According to the Kimura neutral Hypothesis, genetic variation in a body during the evolution of the entire population usually does not affect the performance of the entire population. In evolutionary algorithms, especially in the later stages of evolutionary processes, most newly generated individuals cannot join elite populations. In the following cases, the non-directionality of the evolutionary algorithm is more obvious: (1) For some multi-modal or multiple local optimization problems, the random search algorithm may perform better in preventing the population from falling into local convergence. (2) For individuals who are far away from the objective space, the individuals randomly generated by the parent selection tend to be poor fitness values, which is mainly due to the one-to-one correspondence between the objective space and the decision space. (3) In later stage of an evolutionary algorithm, some individuals are often selected as parent individuals because they perform well in the objective space. Therefore, individuals in a population tend to focus on a particular region or a few specific values, which leads to the stagnation of evolutionary algorithms.

Therefore, using the entire population as a parent selection pool is not conducive to the direction search of the evolution process. Especially in the case of an increase in the number of objectives, the generation of new individuals requires information from individuals with good evolutionary genes. At the same time, traditional evolutionary operators are optimized for single-objective optimization. There is a certain limitation when dealing with multi-objective optimization problems, especially many-objective optimization problems.

Figure 5 shows the new individual locations that can be generated by two common crossover operators when randomly selecting a parent individual. The solid line in the figure is the true Pareto front, and the dotted line is the area where the individual is probably generated. When the position of the parent individual is not good, it may occur that no feasible solution or elite solution can be generated no matter what algorithm parameters is given.

Fig. 5

Two crossover operators.

Based on the analysis of the above phenomenon, the individual generation strategy based on probabilistic model is adopted as the evolutionary operator. Its characteristics and principles are shown in Fig. 6.

Fig. 6

The Pareto front and Pareto set based on Gaussian mixture model.

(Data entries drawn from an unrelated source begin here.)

/** Plain characters: Latin letters, digits, punctuation and common symbols, without default-ignorables. */
function plainChar(c: number): boolean {
  return (
    (c >= 0x20 && c <= 0x7e) ||
    (c >= 0xa0 && c <= 0x24f && c !== 0xad) ||
    (c >= 0x1e00 && c <= 0x1eff) ||
    (c >= 0x2010 && c <= 0x2027) ||
    (c >= 0x2030 && c <= 0x205e && c !== 0x2044) ||
    (c >= 0x20a0 && c <= 0x20c0) ||
    c === 0x2122 ||
    c === 0x2190 ||
    c === 0x2192 ||
    c === 0x2212 ||
    c === 0x2248 ||
    c === 0x2260 ||
    c === 0x2264 ||
    c === 0x2265
  );
}

/** A set of glyphs read from a coverage table (or gathered): membership test. */
type GlyphSet = (gid: number) => boolean;

interface PairValue {
  first: QuickPosition;
  second: QuickPosition;
}

/** A ligature lookup: its subtables (coverage and ligatures in order), the glyphs it starts on and may continue with. */
interface LigatureLookup {
  subtables: Array<{ coverage: number; sets: Array<Array<{ glyph: number; components: number[] }>> }>;
  first: GlyphSet;
  next: GlyphSet;
}
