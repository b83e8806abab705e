/**
 * Data as published: suppressed cells, footnote markers, notes under the table, two header rows, a notes sheet before
 * the data sheet. The fixtures and what they hold (release.expected.json, codes-wording.expected.json) are written by
 * tests/fixtures/release/make-release.mjs; the counts are checked against what the generator wrote, not against the
 * reader's own output.
 */
import { mkdtempSync, readFileSync, writeFileSync } from 'node:fs';
import { tmpdir } from 'node:os';
import { join } from 'node:path';
import { describe, expect, it } from 'vitest';
import { readCube } from '../../src/data/cube.js';
import { pool } from '../../src/data/select.js';
import { scanTable } from '../../src/claims/scan.js';
import { shortfall } from '../../src/analyse/thresholds.js';
import { isSuppressedMarker, markerSet, splitFootnote, twoRowHeader } from '../../src/data/table.js';
import { InputError } from '../../src/errors.js';
import type { Claim } from '../../src/claims/types.js';
import { respondentsSource, summarySource } from './sources.js';

const fx = (name: string) => join(import.meta.dirname, '../fixtures/release', name);
const expected = JSON.parse(readFileSync(fx('release.expected.json'), 'utf8')) as {
  rows: Array<{ provider: string; year: string; question: string; respondents: number | null; agree: number | null; suppressed: boolean }>;
  notes: string[];
};
const tmp = mkdtempSync(join(tmpdir(), 'warrant-release-'));

describe('a release with every habit, as CSV and as a workbook with a notes sheet first', () => {
  for (const [file, extra] of [
    ['release.csv', {}],
    ['release.xlsx', { sheet: 'Data' }],
  ] as const) {
    it(`${file}: suppressed rows kept as suppressed groups, footnotes read off, notes left out, two header rows`, async () => {
      const cube = await readCube(summarySource(fx(file), extra), ['Provider', 'Year', 'Question'], file);
      expect(cube.headerRows).toBe(2);
      expect(cube.dimensions).toEqual(['Provider', 'Year', 'Question']);
      expect(cube.rows).toBe(expected.rows.length);
      expect(cube.cells.map((c) => [c.dims['Provider'], c.dims['Year'], c.dims['Question'], c.suppressed === true ? null : c.n, c.suppressed === true ? null : c.agree])).toEqual(
        expected.rows.map((r) => [r.provider, r.year, r.question, r.respondents, r.agree]),
      );
      // Never a guessed number: suppressed cells hold no counts.
      for (const c of cube.cells.filter((x) => x.suppressed)) expect([c.n, c.agree]).toEqual([0, 0]);
      expect(cube.suppressedRows).toBe(expected.rows.filter((r) => r.suppressed).length);
      expect(cube.footnotes?.map((f) => [f.marker, f.cells, f.row])).toEqual([
        ['*', 1, 4],
        ['†', 1, 8],
      ]);
      // The table ends at the blank row after the last data row (3 header lines + rows); the notes follow it.
      const lastRow = 3 + expected.rows.length;
      expect(cube.tableEnd).toEqual({ lastRow, noteRows: expected.notes.length, firstNoteRow: lastRow + 2, firstNote: 'Notes:', by: 'detected' });
    });
  }

  it('pools only rows with numbers and counts the suppressed ones in the selection', async () => {
    const cube = await readCube(summarySource(fx('release.csv')), ['Provider', 'Year', 'Question'], 'r.csv');
    const q3 = pool(cube, { Question: 'Q03' });
    const rows = expected.rows.filter((r) => r.question === 'Q03');
    expect(q3.cells).toBe(rows.length);
    expect(q3.suppressed).toBe(rows.filter((r) => r.suppressed).length);
    expect(q3.n).toBe(rows.reduce((a, r) => a + (r.respondents ?? 0), 0));
    expect(q3.agree).toBe(rows.reduce((a, r) => a + (r.agree ?? 0), 0));
    const claim = { minRespondents: 10 } as Claim;
    const bram = pool(cube, { Provider: 'Bramblecote Institute', Year: '2026' });
    expect(bram).toMatchObject({ n: 0, cells: 3, suppressed: 3 });
    expect(shortfall(claim, [{ label: 'Bramblecote Institute', pooled: bram }])).toBe(
      'the release suppressed all 3 of its rows for Bramblecote Institute (withheld as too small to publish), so there are no figures to test',
    );
  });

  it('the quick scan behind check and init sees the same table', async () => {
    for (const [file, sheet] of [
      ['release.csv', undefined],
      ['release.xlsx', 'Data'],
    ] as const) {
      const scan = await scanTable(fx(file), file.endsWith('.xlsx') ? 'xlsx' : 'csv', { displayPath: file, ...(sheet !== undefined ? { sheet } : {}) });
      expect(scan.headerRows).toBe(2);
      expect(scan.rows).toBe(expected.rows.length);
      expect(scan.tableEnd).toMatchObject({ noteRows: expected.notes.length, firstNote: 'Notes:' });
      const resp = scan.columns.find((c) => c.name === 'Respondents')!;
      expect(resp.alias).toBe('Responses');
      expect(resp.integer).toBe(true);
      const markers = expected.rows.filter((r) => r.suppressed).length;
      expect(Object.values(resp.markers).reduce((a, b) => a + b, 0)).toBe(markers);
      const provider = scan.columns.find((c) => c.name === 'Provider')!;
      expect(provider.values).toEqual([...new Set(expected.rows.map((r) => r.provider))]);
      expect(provider.counts).toEqual(provider.values.map((p) => expected.rows.filter((r) => r.provider === p).length));
    }
  });
});

describe('where the table ends, and markers of a source', () => {
  const write = (name: string, text: string) => {
    const path = join(tmp, name);
    writeFileSync(path, text);
    return path;
  };

  it('rows after a blank row that look like data are still table rows', async () => {
    const path = write('gap.csv', 'G,Respondents,Agreeing\nA,10,5\n\nB,20,7\n\nNote: invented\n');
    const cube = await readCube(summarySource(path), [], 'gap.csv');
    expect(cube.cells.map((c) => [c.dims['G'], c.n, c.agree])).toEqual([
      ['A', 10, 5],
      ['B', 20, 7],
    ]);
    expect(cube.tableEnd).toMatchObject({ lastRow: 4, noteRows: 1, firstNoteRow: 6 });
  });

  it('a note row with no blank row above it is an error that suggests last_row; last_row then reads it as a note', async () => {
    const path = write('nogap.csv', 'G,Respondents,Agreeing\nA,10,5\nB,20,7\nSource: invented,,\n');
    const e = await readCube(summarySource(path), [], 'nogap.csv').catch((x: unknown) => x);
    expect(e).toBeInstanceOf(InputError);
    expect((e as InputError).message).toContain('last_row: 3');
    const cube = await readCube(summarySource(path, { lastRow: 3 }), [], 'nogap.csv');
    expect(cube.rows).toBe(2);
    expect(cube.tableEnd).toMatchObject({ lastRow: 3, noteRows: 1, by: 'source' });
  });

  it("a source's own marker is read as suppressed; an unknown text in a count is still an error", async () => {
    const path = write('own.csv', 'G,Respondents,Agreeing\nA,10,5\nB,~~,~~\n');
    await expect(readCube(summarySource(path), [], 'own.csv')).rejects.toThrow(/not a number/);
    const cube = await readCube(summarySource(path, { suppressed: ['~~'] }), [], 'own.csv');
    expect(cube.suppressedRows).toBe(1);
    expect(cube.suppressedMarkers).toEqual({ '~~': 2 });
  });

  it('a withheld number eligible leaves the pooled number eligible unknown, not a partial sum', async () => {
    const path = write('pop.csv', 'G,Respondents,Agreeing,Eligible\nA,10,5,20\nB,20,7,*\n');
    const cube = await readCube(summarySource(path, { population: 'Eligible' }), [], 'pop.csv');
    expect(pool(cube, { G: 'A' }).population).toBe(20);
    expect(pool(cube, { G: ['A', 'B'] }).population).toBeUndefined();
    expect(pool(cube, { G: ['A', 'B'] }).n).toBe(30);
  });

  it('header_rows: 1 turns the detection off, header_rows: 2 names a header the detection would not see', async () => {
    const path = write('h2.csv', 'Area,Responses,\nG,Respondents,Agreeing\nA,10,5\n');
    expect((await readCube(summarySource(path), [], 'h2.csv')).headerRows).toBe(2);
    await expect(readCube(summarySource(path, { headerRows: 1 }), [], 'h2.csv')).rejects.toThrow(/no column with this name/);
    const plain = write('h2b.csv', 'G,N,A\nG,Respondents,Agreeing\nA,10,5\n');
    expect((await readCube(summarySource(plain), [], 'h2b.csv').catch((x: unknown) => x)) instanceof InputError).toBe(true);
    expect((await readCube(summarySource(plain, { headerRows: 2 }), [], 'h2b.csv')).cells[0]).toMatchObject({ n: 10, agree: 5 });
  });
});

describe('question codes above their wording', () => {
  it('the codes name the answer columns and the wording is kept as their labels', async () => {
    const { wording, people } = JSON.parse(readFileSync(fx('codes-wording.expected.json'), 'utf8')) as { wording: Record<string, string>; people: string[][] };
    const cube = await readCube(respondentsSource(fx('codes-wording.csv'), { questions: ['Q01', 'Q02', 'Q03'], notApplicableCodes: [] }), ['Campus'], 'c.csv');
    expect(cube.headerRows).toBe(2);
    expect(cube.labels).toEqual(wording);
    expect(cube.rows).toBe(people.length);
    const north = cube.cells.find((c) => c.dims['Campus'] === 'North' && c.dims['question'] === 'Q02')!;
    const answers = people.filter((p) => p[1] === 'North').map((p) => Number(p[3]));
    expect(north.n).toBe(answers.length);
    expect(north.agree).toBe(answers.filter((a) => a >= 4).length);
  });
});

describe('the rules for markers, footnotes and header names (common practice)', () => {
  const markers = markerSet(undefined);
  it('reads the common markers, and not numbers or words', () => {
    for (const m of ['*', '[c]', '[x]', '..', '-', 'DP', 'n/a', 'low', '<5', 'N/A']) expect(isSuppressedMarker(m, markers)).toBe(true);
    for (const t of ['12', '0', 'North', 'lower', '1,204']) expect(isSuppressedMarker(t, markers)).toBe(false);
  });
  it('takes a footnote marker off a number', () => {
    expect(splitFootnote('120*')).toEqual({ number: '120', marker: '*' });
    expect(splitFootnote('72%†')).toEqual({ number: '72%', marker: '†' });
    expect(splitFootnote('1,204[a]')).toEqual({ number: '1,204', marker: '[a]' });
    expect(splitFootnote('*')).toBeUndefined();
    expect(splitFootnote('120')).toBeUndefined();
  });
  it('names columns from two header rows', () => {
    const h = twoRowHeader(['Group', '', 'Responses', '', 'Q01'], ['Provider', 'Year', 'Respondents', 'Agreeing', 'Staff are helpful']);
    expect(h.names).toEqual(['Provider', 'Year', 'Respondents', 'Agreeing', 'Q01']);
    expect(h.labels).toEqual({ Q01: 'Staff are helpful' });
    expect([...h.aliases]).toEqual([
      ['Group', 0],
      ['Responses', 2],
      ['Staff are helpful', 4],
    ]);
  });
});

Figure 6 shows the Pareto front and the Pareto solution set based on the Gaussian mixture model. Usually, the solutions on the true Pareto front set show a one-to-one correspondence with the solution on the true Pareto solution set. Several points of continuous distribution on the leading edge exhibit connectivity and aggregation in the solution set. According to this characteristic, the Gaussian mixture model is adopted as one of the evolutionary operators.

The fitness value calculation formula of evolutionary population parent individual is shown in Equation 8: $\begin{matrix} μ = \frac{1}{K} \sum_{k = 1}^{K} x^{k} \\ Σ = \frac{1}{K - 1} \sum_{k = 1}^{K} (x^{k} - μ) (x^{k} - μ)^{T} \end{matrix}$ (8) Where, K is the number of individuals in the corresponding sub-area; μ is the expected value of the distribution x^k; Σ is the covariance vector of the n · n dimension.

The individuals in the sub-populations follow the normal distribution model as shown in Equation 9:

$\begin{matrix} N (x | μ, Σ) = \frac{1}{2 π^{\frac{D}{2}}} \cdot \frac{1}{\sqrt{| Σ |}} exp [- \frac{1}{2} (x^{k} - μ)^{T} \\ Σ^{- 1} (x^{k} - μ)] \end{matrix}$ (9) Where, D is dimension of the problem; |Σ| is the module of Σ.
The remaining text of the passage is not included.